AS A political doctrine, nationalism has been remarkably successful. A peculiar combination of Enlightenment philosophy and Romantic sentiment, it binds an abstract ideal (the nation) into the machine of government. The development of an identity shared among people who may never meet in their lives was the key to its success, as it enabled the ancient Greek ideas of democracy to take root in political systems much larger than the town square of the polis.
Nationalism changed all that. The concept of a shared identity beyond the city walls, embracing strangers living days distant, was a liberating and empowering innovation. Despite a largely failed initial experiment in France, the power of the national ideal was too strong for Europe’s petty states and empires alike. Some of its earliest triumphs were constructive, such as the unifications of Germany and Italy. Later, it entered a phase of creative destruction as defeated European empires were carved up into new nation-states. Its apotheosis was the UN Charter and the subsequent dissolution of the British and French empires and (belatedly) Soviet-influenced sphere.
One might be tempted to conclude that nationalism is therefore in rude health. On the contrary, it is running out of steam. In the West, the easy gains were made long ago. There is no longer any widespread resistance to the idea of national independence, so most nations that could easily declare independence have already done so. The national independence conflicts today are for the most part internecine arguments that have more in common with Naseby than Bannockburn. Compare the newsworthy independence movements of fifty years
ago – India, Algeria, Cuba – with those of today. Who doubts that if Scotland voted for independence it would be granted? The obstacle is not English intransigence, but that Scots themselves are unconvinced. Independence movements rumble on in certain quarters, but their grassroots support has in most cases withered. The wicked hegemon is not what he used to be.
In other parts of the world, the concept of nationhood itself is weak. Most African states are multinational – when the colonial empires collapsed under their own price tags, each administrative unit was given its independence with scant regard to the shared qualities of nationalism, such as language, religion and culture. Ethnic patchworks in parts of Africa are as complex as the Balkans or the Caucasus, and not well understood in the wider world. India shares a majority religion and a history of being unified under successive empires, but does not form a nation that any European would recognise. China shares qualities of both nation and empire.
And in Europe itself, nation-states that found themselves overshadowed by the superpowers in the Cold War are in the process of voluntarily giving up some of the prized spoils of their independence, in search of the one thing that a small, independent nation-state can never have: economy of scale.

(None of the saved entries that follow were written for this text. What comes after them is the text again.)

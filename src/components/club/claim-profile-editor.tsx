"use client";
import { useRouter } from "next/navigation";
import { useState } from "react";
import { parseNumber } from "@/lib/parse-number";
import { api, ApiError } from "./api";

export type ClaimProfile = {
  id: string;
  name: string;
  fineness: number;
  finenessLow: number;
  finenessHigh: number;
  finenessSource: string;
  hostDensity: number;
  hostDensityLow: number;
  hostDensityHigh: number;
  hostDensitySource: string;
};

type Field = "finenessLow" | "finenessHigh" | "finenessSource" | "hostDensityLow" | "hostDensityHigh" | "hostDensitySource";

/**
 * The claim gold profile: the fineness of its gold and the density of its host rock, each as a
 * range (its middle is the value used) with where it came from. Saving changes later figures;
 * re-figuring a season applies it to that season's finds too (audited).
 */
export function ClaimProfileEditor({ claim, season }: { claim: ClaimProfile; season: number }) {
  const router = useRouter();
  const [form, setForm] = useState<Record<Field, string>>({
    finenessLow: String(claim.finenessLow),
    finenessHigh: String(claim.finenessHigh),
    finenessSource: claim.finenessSource,
    hostDensityLow: String(claim.hostDensityLow),
    hostDensityHigh: String(claim.hostDensityHigh),
    hostDensitySource: claim.hostDensitySource,
  });
  const [errors, setErrors] = useState<Partial<Record<Field, string>>>({});
  const [status, setStatus] = useState<string | null>(null);

  const numbers = () => {
    const out: Record<string, number | string> = {};
    const problems: Partial<Record<Field, string>> = {};
    for (const k of ["finenessLow", "finenessHigh", "hostDensityLow", "hostDensityHigh"] as const) {
      const n = parseNumber(form[k]);
      if (n === undefined || Number.isNaN(n)) problems[k] = "Type a number.";
      else out[k] = n;
    }
    out.finenessSource = form.finenessSource;
    out.hostDensitySource = form.hostDensitySource;
    return { body: out, problems };
  };

  async function save() {
    const { body, problems } = numbers();
    setErrors(problems);
    if (Object.keys(problems).length) return setStatus("Check the marked fields.");
    try {
      await api(`/api/club/claims/${claim.id}/profile`, { method: "PUT", body });
      setStatus("Saved. New figures on this claim use it; members' weigh-ins start from it after their next sync.");
      router.refresh();
    } catch (error) {
      if (error instanceof ApiError) setErrors(Object.fromEntries(Object.entries(error.fields).map(([k, v]) => [k, v[0]])) as Partial<Record<Field, string>>);
      setStatus(error instanceof Error ? error.message : String(error));
    }
  }

  async function refigure() {
    if (
      !window.confirm(
        `Re-figure every ${season} find on ${claim.name} with ${claim.finenessLow}–${claim.finenessHigh} ‰? Their fine-gold figures change, and the change is logged.`,
      )
    )
      return;
    try {
      const { finds } = await api<{ finds: number }>(`/api/club/claims/${claim.id}/refigure`, { method: "POST", body: { season } });
      setStatus(`${finds} find${finds === 1 ? "" : "s"} of ${season} re-figured.`);
      router.refresh();
    } catch (error) {
      setStatus(error instanceof Error ? error.message : String(error));
    }
  }

  const input = (k: Field, label: string, wide = false) => (
    <label className={`flex flex-col ${wide ? "md:col-span-2" : ""}`}>
      <span className="field-label">{label}</span>
      <input
        className={`field-input ${wide ? "" : "figure"}`}
        inputMode={wide ? undefined : "decimal"}
        value={form[k]}
        onChange={(e) => setForm({ ...form, [k]: e.target.value })}
        aria-invalid={!!errors[k]}
      />
      {errors[k] && <span className="field-error">{errors[k]}</span>}
    </label>
  );

  return (
    <form className="sheet grid gap-3 md:grid-cols-4" aria-label={`Gold profile of ${claim.name}`} onSubmit={(e) => (e.preventDefault(), void save())}>
      <p className="md:col-span-4">
        Fineness in use: <span className="figure font-bold">{claim.fineness} ‰</span> ({claim.finenessLow}–{claim.finenessHigh}) · host rock{" "}
        <span className="figure font-bold">{claim.hostDensity} g/cm³</span> ({claim.hostDensityLow}–{claim.hostDensityHigh})
      </p>
      {input("finenessLow", "Fineness, lowest (‰)")}
      {input("finenessHigh", "Fineness, highest (‰)")}
      {input("finenessSource", "Where the fineness comes from", true)}
      {input("hostDensityLow", "Host rock, lowest (g/cm³)")}
      {input("hostDensityHigh", "Host rock, highest (g/cm³)")}
      {input("hostDensitySource", "Where the host density comes from", true)}
      <div className="flex flex-wrap items-center gap-3 md:col-span-4">
        <button type="submit" className="btn btn-primary">
          Save the gold profile
        </button>
        <button type="button" className="btn" onClick={() => void refigure()}>
          Re-figure the {season} season with it
        </button>
        {status && <span role="status">{status}</span>}
      </div>
      <p className="text-xs text-ink-soft md:col-span-4">
        The value used is the middle of each range. Fineness learned from the club&apos;s own melts and assays beats a preset; an estimate is still not an
        assay.
      </p>
    </form>
  );
}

So is nationalism dead? Far from it. It is, however, approaching the limits of its usefulness. There is a flawed assumption at the heart of the nationalist project. Nations, based on individual self-identification, are entitled to self-determination, but political power in the modern world is exercised by states, based on territory. Where the nation that requests power can be assumed to reside in a contiguous territory on which to base a new state, nationalism provides for a remarkably accountable form of government. Where this assumption
does not hold, the consequences are varying shades of dire. The impossible ideal of the nation-state will inevitably find followers willing to place it above trifling matters such as human rights. Representative democracy gives them power, and the people are duly altered to better fit the perfect theory. Minorities are either declared non-existent (as in Turkish Kurdistan), disenfranchised (pre-Civil Rights Northern Ireland), or purged (Bosnia).
Representative democracy, human rights and nation-states are thus in general mutually exclusive – you can have any two, but cannot guarantee all three. The old Stormont system was fairly democratic and approximated a nation-state, but at the cost of the human rights of those who did not ‘belong’. Now we have improved human rights, but because the political parties still cling to the nation-state ideal, democracy has had to be compromised instead. If one is lucky enough to live in a land where the nationalist assumption applies, then
the choice doesn’t have to be made. But if the assumption does not apply, the question is stark: which one of democracy, human rights or nationalism is least important? The choice is not hard to make, and the nation-state must therefore be abandoned. Some parts of the world may never be part of a true nation-state.
And yet, it cannot be denied that self-determination works. Decisions are best made as close to the citizen as possible, and the perennial tendency for power to be centralised in the name of efficiency must be counterbalanced. The plucky nation-state in defence of its rights is quite capable of doing so, but what of the rest? How to build common cause among those that share a location but not a culture? There is of course a clue in history.
The Greek polis was a small unit – a city and its surrounding farms, the economic building block of its day. Thanks to advances in communications and transport, the modern equivalent is much larger – the commuter belt. It is the area within which people willingly travel on a daily basis, within which there is a chance of regular interaction, within which friendships are made. If the binding force of the nation is culture, the binding force of the polis is location. Where the nation has language, the polis has buildings. Where the nation has music, the polis has parks. The shared experience is of a different nature, but the binding force is the act of sharing itself.
Those parts of the world where the nation has brought strife might have better luck with the polis. In fact, many small ‘nations’ already have more in common with the polis than they might think. A good case for polishood could be made for the North of Ireland, for example. The lesson to be learned is that the nation is not the only, and certainly not always the most desirable basis for democracy.